И ветру вверились светлые облака,

Где зреет золотом желтое жито

И связанная в снопы высыхает рожь.


Земля туманится и дрожит

В запахах зеленых ветров и красных

Маков, которые уронили головы

И ярко горят от копны к копне.


Проселок выгнулся в полукруглый мост

Над свежей волною, и белыми каменьями,

И длинными водорослями в длинных

Струях под солнцем, играющим в воде.


Над мостом возносится первая хоругвь,

Пылая пурпуром и золотом. Оба

Конца ее с кистями справа и слева

Держат причетники в выцветших стихарях.


Слышится пение. Младший клир

С непокрытыми головами шествует

Впереди прелатов. Старинные, благолепные

Звуки над нивами разносятся вдаль.


В белых одежках, в маленьких веночках

Маленькие певчие истово поют;

И взмахивают кадилами мальчики

В красных сутанах и праздничных шлыках.


Алтарные движутся изваяния,

Мариины раны сияют в лучах,

И близится Христос с деревянным желтым

Лицом под сенью пестроцветных венков.


Под навесом от солнца блещет епископская

Митра. Он шагает с пением на устах,

И вторящие голоса диаконов

Возносятся в небо и разносятся по полям.


Ковчежцы сверкают вкруг старых мантий.

Дымят кадила тлением трав.

Тянется шествие в пышности полей.

Золото одежд выцветает в прожелть.


Шествие все дальше. Пение все тише.

Узенькая вереница втягивается в лес,

И он, зеленый, блещущую глотает

Темными тропами злато дремлющей тишины.


Полдень настает. Засыпают дали.

Ласточка заблудилась в бескрайних высях.

И вечная мельница у края неба

Тянется крыльями в белые облака.


Вечер

День потонул в червонном багрянце.

Река бела небывалой гладью.

Движется парус. У руля, как вырезанный,

Лодочник высится над большой кормой.


На всех островах в прозрачное небо

Вскинулся красный осенний лес,

И шелест веток из темных омутов

Отзывается дрожью кифарных струн.


Сумрак с востока разливался вширь,

Как синее вино из опрокинутой чаши,

А поодаль стояла, окутанная в черное,

На высоких котурнах большая ночь.


Зима

Зима врастяжку. По ровной глади

Голубые снега.
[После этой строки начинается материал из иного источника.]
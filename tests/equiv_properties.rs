//! Property test: on random pairs of small networks the verdict agrees with
//! exhaustive simulation every time (the outside check: all 2^n input
//! patterns, n ≤ 12).

mod equiv_support;

use equiv_support::{eval, exhaustively_equal};
use proptest::prelude::*;
use ribbonmap::equiv::{check, EquivOptions, Verdict};
use ribbonmap::network::{Lit, Network, NodeKind, SplitMix64};

/// A random network over `inputs` inputs with `gates` AND/XOR/MAJ gates on
/// random, randomly complemented earlier signals and `outputs` outputs.
fn random_network(rng: &mut SplitMix64, inputs: usize, gates: usize, outputs: usize) -> Network {
    let mut net = Network::new("random");
    let mut signals: Vec<Lit> = (0..inputs)
        .map(|k| net.add_input(format!("x{k}")).unwrap())
        .collect();
    let pick = |rng: &mut SplitMix64, signals: &Vec<Lit>| {
        // Favour recent signals so the networks get deep.
        let n = signals.len() as u64;
        let back = rng.below(n.min(8));
        let k = if rng.below(3) == 0 {
            rng.below(n)
        } else {
            n - 1 - back
        };
        signals[k as usize].xor(rng.below(2) == 1)
    };
    for _ in 0..gates {
        let (a, b, c) = (
            pick(rng, &signals),
            pick(rng, &signals),
            pick(rng, &signals),
        );
        let g = match rng.below(3) {
            0 => net.and(a, b),
            1 => net.xor(a, b),
            _ => net.maj(a, b, c),
        };
        signals.push(g);
    }
    for o in 0..outputs {
        let l = pick(rng, &signals);
        net.add_output(format!("y{o}"), l).unwrap();
    }
    net
}

/// The same functions rebuilt with Boolean identities that structural
/// hashing does not undo: `a ^ b = (a & !b) | (!a & b)`,
/// `a & b = a ^ (a & !b)`, `maj(a, b, c) = (a & b) | (c & (a | b))`.
fn rewrite(net: &Network, rng: &mut SplitMix64) -> Network {
    let mut out = net.empty_like();
    let mut map = vec![Lit::FALSE; net.num_nodes()];
    for (id, new) in net
        .combinational_inputs()
        .iter()
        .zip(out.combinational_inputs())
    {
        map[id.index()] = new.lit();
    }
    let m = |map: &Vec<Lit>, l: Lit| map[l.node().index()].xor(l.is_complemented());
    for id in net.node_ids() {
        if !net.is_gate(id) {
            continue;
        }
        let f: Vec<Lit> = net.fanins(id).iter().map(|&l| m(&map, l)).collect();
        let use_identity = rng.below(4) != 0;
        map[id.index()] = match (net.kind(id), use_identity) {
            (NodeKind::Xor, true) => {
                let t = out.and(f[0], !f[1]);
                let e = out.and(!f[0], f[1]);
                out.or(t, e)
            }
            (NodeKind::And, true) => {
                let t = out.and(f[0], !f[1]);
                out.xor(f[0], t)
            }
            (NodeKind::Maj, true) => {
                let ab = out.and(f[0], f[1]);
                let a_or_b = out.or(f[0], f[1]);
                let c = out.and(f[2], a_or_b);
                out.or(ab, c)
            }
            (NodeKind::And, false) => out.and(f[0], f[1]),
            (NodeKind::Xor, false) => out.xor(f[0], f[1]),
            _ => out.maj(f[0], f[1], f[2]),
        };
    }
    out.connect_outputs_from(net, &map);
    out
}

proptest! {
    #![proptest_config(ProptestConfig::with_cases(200))]

    #[test]
    fn verdict_agrees_with_exhaustive_simulation(
        seed in any::<u64>(),
        inputs in 1usize..=12,
        gates in 1usize..60,
        outputs in 1usize..=4,
        equivalent_by_construction in any::<bool>(),
    ) {
        let mut rng = SplitMix64::new(seed);
        let a = random_network(&mut rng, inputs, gates, outputs);
        let b = if equivalent_by_construction {
            rewrite(&a, &mut rng)
        } else {
            random_network(&mut rng, inputs, gates, outputs)
        };
        let truth = exhaustively_equal(&a, &b);
        if equivalent_by_construction {
            prop_assert!(truth, "the rewrite changed the function");
        }
        // Enumeration off: these small miters must go through the sweep.
        let opts = EquivOptions { enumerate_up_to: 0, ..EquivOptions::default() };
        match check(&a, &b, &opts).unwrap() {
            Verdict::Equivalent { outputs_checked } => {
                prop_assert!(truth, "called equivalent, but simulation differs");
                prop_assert_eq!(outputs_checked, outputs);
            }
            Verdict::Different { counterexample, .. } => {
                prop_assert!(!truth, "called different, but simulation agrees");
                let pattern: Vec<bool> =
                    a.inputs().keys().map(|n| counterexample.inputs[n.as_str()]).collect();
                let (oa, ob) = (eval(&a, &pattern), eval(&b, &pattern));
                let differing: Vec<String> = a.outputs().keys().enumerate()
                    .filter(|&(k, _)| oa[k] != ob[k]).map(|(_, n)| n.clone()).collect();
                prop_assert!(!differing.is_empty());
                prop_assert_eq!(differing, counterexample.differing_outputs);
            }
            Verdict::Undecided { outputs, .. } => {
                prop_assert!(false, "undecided on a tiny network: {:?}", outputs);
            }
        }
    }
}

/// A random network of 10 inputs, 50 gates and 3 outputs, and beside it a
/// rewrite of it (even rounds, equivalent by construction) or an unrelated
/// random network (odd rounds).
fn random_pair(rng: &mut SplitMix64, round: usize) -> (Network, Network) {
    let a = random_network(rng, 10, 50, 3);
    let b = if round.is_multiple_of(2) {
        rewrite(&a, rng)
    } else {
        random_network(rng, 10, 50, 3)
    };
    (a, b)
}

/// The sweep alone (random simulation with a single word, so many false
/// candidates reach the solver) still agrees with exhaustive simulation.
#[test]
fn few_simulation_words_still_give_right_answers() {
    let mut rng = SplitMix64::new(7);
    for round in 0..60 {
        let (a, b) = random_pair(&mut rng, round);
        let opts = EquivOptions {
            sim_words: 1,
            enumerate_up_to: 0,
            ..EquivOptions::default()
        };
        let verdict = check(&a, &b, &opts).unwrap();
        assert_eq!(
            matches!(verdict, Verdict::Equivalent { .. }),
            exhaustively_equal(&a, &b),
            "round {round}"
        );
    }
}

/// Tiny windows cannot prove much, so their satisfiable (inconclusive)
/// answers are frequent: each must fall back to the global solver, never
/// turn into a `different` verdict. Equivalent pairs stay proven, different
/// pairs get a counterexample that really separates them (exhaustive
/// simulation and replay on the two networks as the outside checks).
#[test]
fn inconclusive_windows_fall_back_to_the_global_solver() {
    use ribbonmap::equiv::check_with_stats;
    let mut rng = SplitMix64::new(11);
    let (mut window_sat, mut global_proofs) = (0, 0);
    for round in 0..80 {
        let (a, b) = random_pair(&mut rng, round);
        let opts = EquivOptions {
            sim_words: 1,
            enumerate_up_to: 0,
            window_gates: 1 + round % 4,
            ..EquivOptions::default()
        };
        let report = check_with_stats(&a, &b, &opts).unwrap();
        window_sat += report.stats.window.satisfiable;
        global_proofs += report.stats.sweep.merged_by_sat;
        let truth = exhaustively_equal(&a, &b);
        match report.verdict {
            Verdict::Equivalent { .. } => assert!(truth, "round {round}: wrongly equivalent"),
            Verdict::Different { counterexample, .. } => {
                assert!(!truth, "round {round}: wrongly different");
                let pattern: Vec<bool> = a
                    .inputs()
                    .keys()
                    .map(|n| counterexample.inputs[n.as_str()])
                    .collect();
                let (oa, ob) = (eval(&a, &pattern), eval(&b, &pattern));
                assert_ne!(oa, ob, "round {round}: counterexample does not separate");
            }
            Verdict::Undecided { outputs, .. } => panic!("round {round}: undecided {outputs:?}"),
        }
    }
    assert!(
        window_sat > 0,
        "no window was inconclusive: the fallback went untested"
    );
    assert!(global_proofs > 0, "no pair was left to the global solver");
}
На дорогах стрелки

На четыре стороны показывают друг другу

Лиловое безмолвие горизонта.


Четыре дороги, все – в пустоту,

Скрестились. Кусты – как стынущие нищие.

Красная рябина блестит печально,

Как птичий глаз. Четыре дороги


Застыли на миг пошептать ветвями,

И вновь вперед, в четыре одиночества,

На север и юг, на восток и запад,

Где небо к земле придавило день.


Земля из-под жатвы горбом, как короб

С треснувшей плетенкой. Белою бородой

Она щетинится, как солдат после боя,

Сторож над мертвыми после жаркого дня.


Снег бледнее и день короче.

Солнце дышит с низких небес

Дымом, которому навстречу только

Лед горит, как красный огонь.


На севере

Бурые паруса вздуваются на тросах.

Карбасы бороздят серебристый залив.

По бортам свисают сети, тяжелые

От чешуйчатых тел и красных плавников.


Они возвращаются к молу, за которым

Сумеречный город в чадном дыму.

Вечерние огни расплываются зыбкими

Красными пятнами в темной воде.


Плоскоморье каменною плитою

Залегло на синем востоке. День

Встал на колени испить от света

И роняет в воду красный лист из венка.


Золотое облако дрожит вдали —

Это встает из глубин янтарный

Лес и в сумеречную дымку дня

Широко распростирает желтые ветви.


На ветвях прогнулись потонувшие моряки.

Их волосы свисают в воду, как водоросли.

Звезды, встав в зеленую ночь,

Начинают свое морозное шествие.


Слепые женщины

Слепые шествуют за поводыршами —

Черные исполинши, глиняные молохи

Над плечами тянущих рабов, – запевая

Долгую, протяжную песнь слепых.


Твердым шагом вступает их хор

В железный лед обставшего неба.

Ветер клубит над широкими их макушками

Пепельные пожары седых волос.


Великанские посохи их прощупывают

Улицу до самого взгорбья. Огромные

Гробы лбов их запечатаны огненной

Пентаграммой черного божества.


Вечер вывешивает огненную бочку

На сучья тополя в самый горизонт.

И руки незрячих тычутся в солнце

По веселому небу, как черные кресты.


Офелия

II

Желтое поле. Кровавым потом

Потный полдень. Ветер заснул.

Вот она плывет, умирающая птица,

Под белым кровом лебяжьих крыл.


Мягко опали голубые веки.

И под сверканье звенящих кос

Снится ей поцелуй, как пурпур,

Вечный сон ее в вечном гробу.


Мимо, мимо! Туда, где над берегом

Гудящий город. Где в плотинный створ

Белый бьет бурун и на все четыре

Стороны стонет эхо. Туда,


Где гул по улицам. Колокольный звон.

Машинный скрежет. Борьба. Туда,

Где запад грозится слепым и красным

Кругом, где вычерчен подъемный кран.


Подъемный кран, чернолобый тиран,

Молох над павшими ниц рабами,

Тягота мостов, которые для него

Коваными цепями сковали реку.


Незримая, плывет она по струе,

И где ее мчит, взметается люд

Большими крыльями черной тоски,

Тенью ширящейся с берега на берег.


Мимо, мимо! Где в жертву мраку

Лето закалывает поздний закат,

Где усталая истома позднего вечера

Темной зеленью легла на луга.


Поток ее мчит, навек погруженную,

По стылым заводям встречных зим

Вниз по течению времени, в вечность,

Где дышит дымом огненный небосвод.


Госпиталь

I

Белые простыни, постель к постели,

Расплываются в холод больничных стен.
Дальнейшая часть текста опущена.